* Source material:
def _storage(db: Path) -> str:
    """The warehouse file's size and the row groups of its largest tables (rows, row groups):
    how the ingest's checkpoints laid the tables out."""
    import duckdb

    with duckdb.connect(str(db), read_only=True) as con:
        (size,), = con.execute("select database_size from pragma_database_size()").fetchall()
        tables = [r[0] for r in con.execute(
            "select table_name from duckdb_tables() order by estimated_size desc limit 6").fetchall()]
        parts = []
        for table in tables:
            (rows, groups), = con.execute(
                f"select count(*), (select count(distinct row_group_id) "
                f"from pragma_storage_info('{table}')) from {table}").fetchall()
            parts.append(f"{table} {rows} rows in {groups} row groups")
    return f"warehouse file {size}; " + ", ".join(parts)


def child(corpus: Path, db: Path, duckdb_memory: bool = False, statements: bool = False,
          settings: list[str] = ()) -> None:
    import contextlib

    import pipeline.ingest as ingest_module
    from pipeline.ingest import ingest

    if settings:   # --duckdb-set: applied as the ingest opens its connection
        opened = ingest_module.connection

        @contextlib.contextmanager
        def connection(*args, **kwargs):
            with opened(*args, **kwargs) as con:
                for setting in settings:
                    name, value = setting.split("=", 1)
                    con.execute(f"set {name} = '{value}'")
                yield con

        ingest_module.connection = connection

    done = [0, 0]   # files so far, files at the last progress line
    if duckdb_memory:   # sampled in the ingest's own connection, right after a progress line
        load_chunk = ingest_module._load_chunk

        highest = {"_load_chunk": 0.0, "_dispatch_chunk": 0.0}

        def phase(name, step):
            """`step` with the process's peak memory during it: a line for each new highest."""
            def run(con, *args, **kwargs):
                with open("/proc/self/clear_refs", "w") as f:   # VmHWM := VmRSS (Linux)
                    f.write("5")
                before = _own_mib()
                result = step(con, *args, **kwargs)
                peak = _own_mib("VmHWM")
                if peak > highest[name]:
                    highest[name] = peak
                    print(f"DUCKDB   new highest in {name} at {done[0]} files: RSS {before:.0f} "
                          f"-> peak {peak:.0f} -> {_own_mib():.0f} MiB", flush=True)
                return result
            return run

        load_chunk = phase("_load_chunk", load_chunk)
        ingest_module._dispatch_chunk = phase("_dispatch_chunk", ingest_module._dispatch_chunk)

        def sampled(con, *args, **kwargs):
            before = done[1]
            load_chunk(con, *args, **kwargs)
            if done[1] != before:
                print(_duckdb_memory(con), flush=True)

        ingest_module._load_chunk = sampled
        refresh = ingest_module.refresh_derived

        sampler: list[_Sampler] = []   # made with the first refresh or release (its connection)

        def watched(con, *args, **kwargs):
            loading = _own_mib("VmHWM")   # the peak since the last refresh (or release)
            before, duckdb_before = _own_mib(), _duckdb_total_mib(con)
            with open("/proc/self/clear_refs", "w") as f:   # VmHWM := VmRSS (Linux)
                f.write("5")
            cpu = time.process_time()
            if not sampler:
                sampler.append(_Sampler(con))
            with sampler[0]:
                result = refresh(_Watched(con, str(done[0])) if statements else con, *args,
                                 **kwargs)
            print(f"DUCKDB refresh (CPU {time.process_time() - cpu:.1f} s) at {done[0]} files ({result!r}): ingest process RSS "
                  f"{before:.0f} MiB before, peak {_own_mib('VmHWM'):.0f} during, "
                  f"{_own_mib():.0f} after (peak while loading before it {loading:.0f}); "
                  f"DuckDB {duckdb_before:.0f} -> "
                  f"{_duckdb_total_mib(con):.0f} MiB ({sampler[0]}); {_malloc_mib()}; "
                  f"{_mappings_mib()}",
                  flush=True)
            return result

        ingest_module.refresh_derived = watched
        release = getattr(ingest_module, "_release_block_cache", None)

        def timed(con):
            started = time.perf_counter()
            with open("/proc/self/clear_refs", "w") as f:   # VmHWM := VmRSS (Linux)
                f.write("5")
            if not sampler:
                sampler.append(_Sampler(con))
            with sampler[0]:
                release(con)
            peak = _own_mib("VmHWM")
            with open("/proc/self/clear_refs", "w") as f:   # the loading that follows from here
                f.write("5")
            print(f"DUCKDB   block cache released in {time.perf_counter() - started:.2f} s "
                  f"(peak during it {peak:.0f} MiB; {sampler[0]}): "
                  f"{_duckdb_memory(con)[7:]}", flush=True)

        if release is not None:
            ingest_module._release_block_cache = timed

    def progress(n_files: int) -> None:
        done[0] += n_files
        if done[0] - done[1] >= 10_000:
            done[1] = done[0]
            print(f"FILES {done[0]}", flush=True)

    summary = ingest([corpus], db, KEY, workers=2, progress=progress)
    if duckdb_memory:
        print(f"DUCKDB peak since the last refresh began (it, the run's end, the connection's "
              f"close): {_own_mib('VmHWM'):.0f} MiB, now {_own_mib():.0f} MiB", flush=True)
    t = os.times()   # the workers have ended (the pool is shut down): their CPU is in children_*
    print("STORAGE " + _storage(db), flush=True)
    print("RESULT " + json.dumps({"seen": summary.seen, "loaded": summary.by_status["loaded"],
                                  "derived": repr(summary.derived),
                                  "cpu_s": {"ingest": round(t.user + t.system, 1),
                                            "workers": round(t.children_user + t.children_system,
                                                             1)}}), flush=True)


def main() -> None:
    parser = argparse.ArgumentParser(description=__doc__.splitlines()[0])
    parser.add_argument("--studies", type=int, default=100_000)
    parser.add_argument("--duckdb-memory", action="store_true",
                        help="print DuckDB's memory by tag and the file size at each progress line")
    parser.add_argument("--statements", action="store_true",
                        help="with --duckdb-memory: each statement of a refresh, its CPU time and "
                             "the process's memory during it")
    parser.add_argument("--sample-every", type=float, default=0.5, metavar="SECONDS",
                        help="how often resident memory is sampled (default 0.5 s; it was 2 s, which "
                             "missed some refreshes' peaks: a refresh takes 1-3 s)")
    parser.add_argument("--duckdb-set", action="append", default=[], metavar="NAME=VALUE",
                        help="a DuckDB setting for the ingest's connection, to try one (repeatable)")
    parser.add_argument("--child", nargs=2, help=argparse.SUPPRESS)
    args = parser.parse_args()
    if args.child:
        child(Path(args.child[0]), Path(args.child[1]), args.duckdb_memory, args.statements,
              args.duckdb_set)
        return
    CACHE.mkdir(parents=True, exist_ok=True)
    corpus = replicated(args.studies)
    n_files = sum(1 for p in corpus.rglob("*.dcm"))
    db = CACHE / f"ingest-scale-{os.getpid()}.duckdb"
    started = time.perf_counter()
    proc = subprocess.Popen([sys.executable, __file__, "--child", str(corpus), str(db),
                             *(["--duckdb-memory"] if args.duckdb_memory else []),
                             *(["--statements"] if args.statements else []),
                             *(f"--duckdb-set={s}" for s in args.duckdb_set)],
                            stdout=subprocess.PIPE, text=True, cwd=ROOT,
                            env={**os.environ, "PYTHONPATH": str(ROOT)})
    samples: list[tuple[float, float, float]] = []   # (seconds since start, MiB, ingest's MiB)
    stop = threading.Event()

    def sample() -> None:
        while not stop.wait(args.sample_every):
            samples.append((time.perf_counter() - started, *_rss_mib(proc.pid)))

    thread = threading.Thread(target=sample, daemon=True)
    thread.start()
    lines: list[str] = []
    for line in proc.stdout:   # a line every 10 000 files: memory so far, as studies go in
        lines.append(line)
        if line.startswith("FILES "):
            now = samples[-1][1] if samples else float("nan")
            peak_so_far = max((s[1] for s in samples), default=float("nan"))
            print(f"   {int(line.split()[1]):7d} files in {time.perf_counter() - started:5.0f} s: "
                  f"RSS {now:5.0f} MiB, peak so far {peak_so_far:5.0f} MiB", flush=True)
        elif line.startswith("STORAGE "):
            print(f"   {line[8:]}", end="", flush=True)
        elif line.startswith("DUCKDB "):
            print(f"     {line[7:]}", end="", flush=True)
    proc.wait()
    out = "".join(lines)
    stop.set()
    thread.join()
    seconds = time.perf_counter() - started
    if proc.returncode:
        sys.exit(f"ingest failed ({proc.returncode}):\n{out}")
    result = next(json.loads(l[7:]) for l in out.splitlines() if l.startswith("RESULT "))
    peak = max(s[1] for s in samples) if samples else float("nan")

    def at(fraction: float) -> float:
        window = [s[1] for s in samples if s[0] <= fraction * seconds]
        return max(window) if window else float("nan")

    for f in (0.1, 0.25, 0.5, 0.75, 1.0):
        print(f"   peak RSS up to {f:4.0%} of the run: {at(f):7.0f} MiB")
    print(f"   {result}")
    print(f"   peak RSS of the ingest process alone {max(s[2] for s in samples):.0f} MiB, of its "
          f"workers {max(s[1] - s[2] for s in samples):.0f} MiB")
    cpu = result.get("cpu_s", {})
    print(f"ingest {args.studies} studies: {n_files} files in {seconds:.0f} s "
          f"({n_files / seconds:.0f} files/s; CPU ingest {cpu.get('ingest')} s, workers "
          f"{cpu.get('workers')} s), peak RSS {peak:.0f} MiB, "
          f"at 10 % {at(0.1):.0f} MiB, at 100 % {at(1.0):.0f} MiB")
    for p in (db, db.with_name(db.name + ".wal")):
        p.unlink(missing_ok=True)


if __name__ == "__main__":
    main()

* Assignment:
Quote every line of the records above, from the first down to the one holding "opened = ingest_module.connection", exactly as written.

* Reply to the task:
def _storage(db: Path) -> str:
    """The warehouse file's size and the row groups of its largest tables (rows, row groups):
    how the ingest's checkpoints laid the tables out."""
    import duckdb

    with duckdb.connect(str(db), read_only=True) as con:
        (size,), = con.execute("select database_size from pragma_database_size()").fetchall()
        tables = [r[0] for r in con.execute(
            "select table_name from duckdb_tables() order by estimated_size desc limit 6").fetchall()]
        parts = []
        for table in tables:
            (rows, groups), = con.execute(
                f"select count(*), (select count(distinct row_group_id) "
                f"from pragma_storage_info('{table}')) from {table}").fetchall()
            parts.append(f"{table} {rows} rows in {groups} row groups")
    return f"warehouse file {size}; " + ", ".join(parts)


def child(corpus: Path, db: Path, duckdb_memory: bool = False, statements: bool = False,
          settings: list[str] = ()) -> None:
    import contextlib

    import pipeline.ingest as ingest_module
    from pipeline.ingest import ingest

    if settings:   # --duckdb-set: applied as the ingest opens its connection
        opened = ingest_module.connection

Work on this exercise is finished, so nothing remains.